(Stored data)
=== Begin Enclosure ===

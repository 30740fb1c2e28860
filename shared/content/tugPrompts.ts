/**
 * The words of the tug flow, written for Rungs. The kinds of question (present experience, the thought in the background,
 * what a want is for, both sides of a dilemma) follow the summary in ../REFERENCE.md §7; no published wording is used.
 * Tone (DESIGN.md): plain, warm, curious; never advice, never judgement; "What is that for?", never "Why…?".
 */

/** The steps of the tug flow, in order. Every step can be skipped. */
export const tugSteps = [
  'describe',
  'distressBefore',
  'wantA',
  'wantB',
  'climbA',
  'climbB',
  'meetingPoint',
  'background',
  'distressAfter',
] as const

export type TugStep = (typeof tugSteps)[number]

/** The same as TugStep, under the name the tug flow's page and components import. */
export type TugStepId = TugStep

/** The two steps that climb a ladder, one rung at a time. */
export type ClimbStep = Extract<TugStep, 'climbA' | 'climbB'>

/** One wording of a step: a short question and one calm sentence under it. */
export interface TugPrompt {
  title: string
  hint: string
}

/** Distress is rated on the subjective-units-of-distress scale, 0–100 (DESIGN.md, distress (SUDS 0–100)). */
export const distressScale = { min: 0, max: 100 } as const

export const tugPrompts: Readonly<Record<TugStep, readonly TugPrompt[]>> = {
  describe: [
    { title: 'What is happening right now?', hint: 'Describe it as it is for you at this moment, in as much or as little detail as you like.' },
    { title: 'What is it like, right now?', hint: 'Take your time. Whatever comes to mind first is a fine place to begin.' },
    { title: 'How is it, as you sit with it now?', hint: 'Write it the way it feels from where you are, here and now.' },
    { title: 'What is on your mind about this at the moment?', hint: 'Plain words are plenty; there is no right way to put it.' },
  ],
  distressBefore: [
    { title: 'How much distress are you feeling right now?', hint: 'Pick a number from 0 to 100: 0 is completely at ease, 100 is the most upset you can imagine.' },
    { title: 'How strong is the upset at this moment?', hint: 'Anywhere from 0, calm, to 100, the worst you can picture. A rough guess is enough.' },
    { title: 'Where is your distress just now, from 0 to 100?', hint: 'Go with the first number that feels close, or leave it blank.' },
  ],
  wantA: [
    { title: 'What do you want here?', hint: 'Name one side of the pull, then say how much it matters to you, from 0 to 10.' },
    { title: 'What is one thing you are wanting in this?', hint: 'A few words is enough. Then give it a number from 0 (not at all) to 10 (a great deal).' },
    { title: 'Which want is most in view right now?', hint: 'Put it in your own words, and mark how much it matters to you from 0 to 10.' },
  ],
  wantB: [
    { title: 'What is pulling the other way?', hint: 'Name the want on the other side, and how much it matters to you, from 0 to 10.' },
    { title: 'What else do you want that sits uneasily with that?', hint: 'It may feel just as real. Give it a number from 0 to 10 for how much it matters.' },
    { title: 'What is the want on the other side of this?', hint: 'Say it plainly, and mark how much it matters to you from 0 to 10.' },
  ],
  climbA: [
    { title: 'What is that want for?', hint: 'Take it one rung at a time: each answer becomes the next step up.' },
    { title: 'What would having it give you?', hint: 'Write what comes, then ask the same of your answer. Stop whenever you like.' },
    { title: 'What matters to you about it?', hint: 'Each answer is a rung; climb as far as feels right today.' },
  ],
  climbB: [
    { title: 'And what is this other want for?', hint: 'Climb this side the same way, one rung at a time.' },
    { title: 'What would having this one give you?', hint: 'Write what comes, then ask the same of that. Stop wherever you like.' },
    { title: 'What does this side matter for?', hint: 'Each answer is another rung on this ladder, as high as feels right.' },
  ],
  meetingPoint: [
    { title: 'Where do the two ladders meet?', hint: 'Is there something higher that both sides are for? They may not meet, and that is fine.' },
    { title: 'Is there a want that both sides serve?', hint: 'Look at the top rungs of each ladder. Sometimes they lead to one place and sometimes they do not; either is fine.' },
    { title: 'What might both sides be reaching for?', hint: 'If the two ladders arrive at one higher want, name it here. If they do not, that is fine too.' },
  ],
  background: [
    { title: 'Did you notice any other thought while writing?', hint: 'Something at the edge of your mind, a passing doubt or an aside. Jot it down if you like.' },
    { title: 'Is there a thought in the background right now?', hint: 'Sometimes a quieter thought sits behind the words. What is it saying?' },
    { title: 'What went through your mind just then?', hint: 'Any pause, aside or second thought counts, however small.' },
  ],
  distressAfter: [
    { title: 'How much distress are you feeling now?', hint: 'The same scale as before: 0 is at ease, 100 is the most upset you can imagine.' },
    { title: 'Where is the upset now, from 0 to 100?', hint: 'It may have gone up, down or stayed the same. Any of those is worth knowing.' },
    { title: 'How strong is the distress at this moment?', hint: 'A rough number from 0 to 100 is enough, or leave it blank.' },
  ],
}

/** One way of asking for the next rung, with and without the rung below it quoted. */
interface RungWording {
  quoting: (prev: string) => string
  plain: string
  hint: string
}

const rungWordings: readonly RungWording[] = [
  { quoting: (prev) => `What is “${prev}” for?`, plain: 'What is that for?', hint: 'One more rung up, if it feels right.' },
  { quoting: (prev) => `What would “${prev}” give you?`, plain: 'What would having that give you?', hint: 'There is no wrong answer; write what comes.' },
  { quoting: (prev) => `If you had “${prev}”, what would that bring?`, plain: 'If you had that, what would it bring?', hint: 'You can stop climbing at any point.' },
  { quoting: (prev) => `What matters to you about “${prev}”?`, plain: 'What matters to you about that?', hint: 'Notice what comes up as you answer.' },
]

/** A quoted rung longer than this is shortened, so the question stays short on a phone. */
export const quotedRungMaxLength = 60

/** The wordings of a step, in rotation order. */
export function wordingsFor(step: TugStep): readonly TugPrompt[] {
  return tugPrompts[step]
}

/**
 * The wording of a step for this tug. `seed` is any number that changes from one tug to the next (the count of tugs so far,
 * or a hash of the entry id): consecutive seeds give different wordings. The same seed always gives the same wording.
 */
export function promptFor(step: TugStep, seed: number): TugPrompt {
  const list = tugPrompts[step]
  const chosen = list[indexFor(seed, list.length)]
  if (!chosen) throw new Error(`No wording for tug step ${step}`)
  return chosen
}

/**
 * The question for rung `rungIndex` (0 = the first rung above the want) of a climb step. Successive rungs take successive
 * wordings, starting from the seed, and the two sides start one apart so they do not echo each other. When `prev` (the
 * rung below, or the want itself for rung 0) is given, the question quotes it, shortened to quotedRungMaxLength.
 */
export function rungPrompt(step: ClimbStep, rungIndex: number, seed: number, prev?: string): TugPrompt {
  const sideOffset = step === 'climbA' ? 0 : 1
  const at = indexFor(safeInteger(seed) + safeInteger(rungIndex) + sideOffset, rungWordings.length)
  const wording = rungWordings[at]
  if (!wording) throw new Error(`No rung wording at ${at}`)
  const quoted = prev === undefined ? '' : shorten(prev)
  return { title: quoted ? wording.quoting(quoted) : wording.plain, hint: wording.hint }
}

function safeInteger(n: number): number {
  return Number.isFinite(n) ? Math.trunc(n) : 0
}

function indexFor(seed: number, length: number): number {
  return ((safeInteger(seed) % length) + length) % length
}

function shorten(text: string): string {
  const clean = text.replace(/\s+/g, ' ').replace(/[“”"]/g, '').trim().replace(/[.?!,;:]+$/, '')
  if (clean.length <= quotedRungMaxLength) return clean
  const cut = clean.slice(0, quotedRungMaxLength)
  const lastSpace = cut.lastIndexOf(' ')
  return `${(lastSpace > quotedRungMaxLength / 2 ? cut.slice(0, lastSpace) : cut).trimEnd()}…`
}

=== End Enclosure ===

▶ Work request: From the entries above, extract only the lines running from the one containing "title: 'What might" through the one containing "title: 'Did you", inclusive.

▶ Problem solution:
    { title: 'What might both sides be reaching for?', hint: 'If the two ladders arrive at one higher want, name it here. If they do not, that is fine too.' },
  ],
  background: [
    { title: 'Did you notice any other thought while writing?', hint: 'Something at the edge of your mind, a passing doubt or an aside. Jot it down if you like.' },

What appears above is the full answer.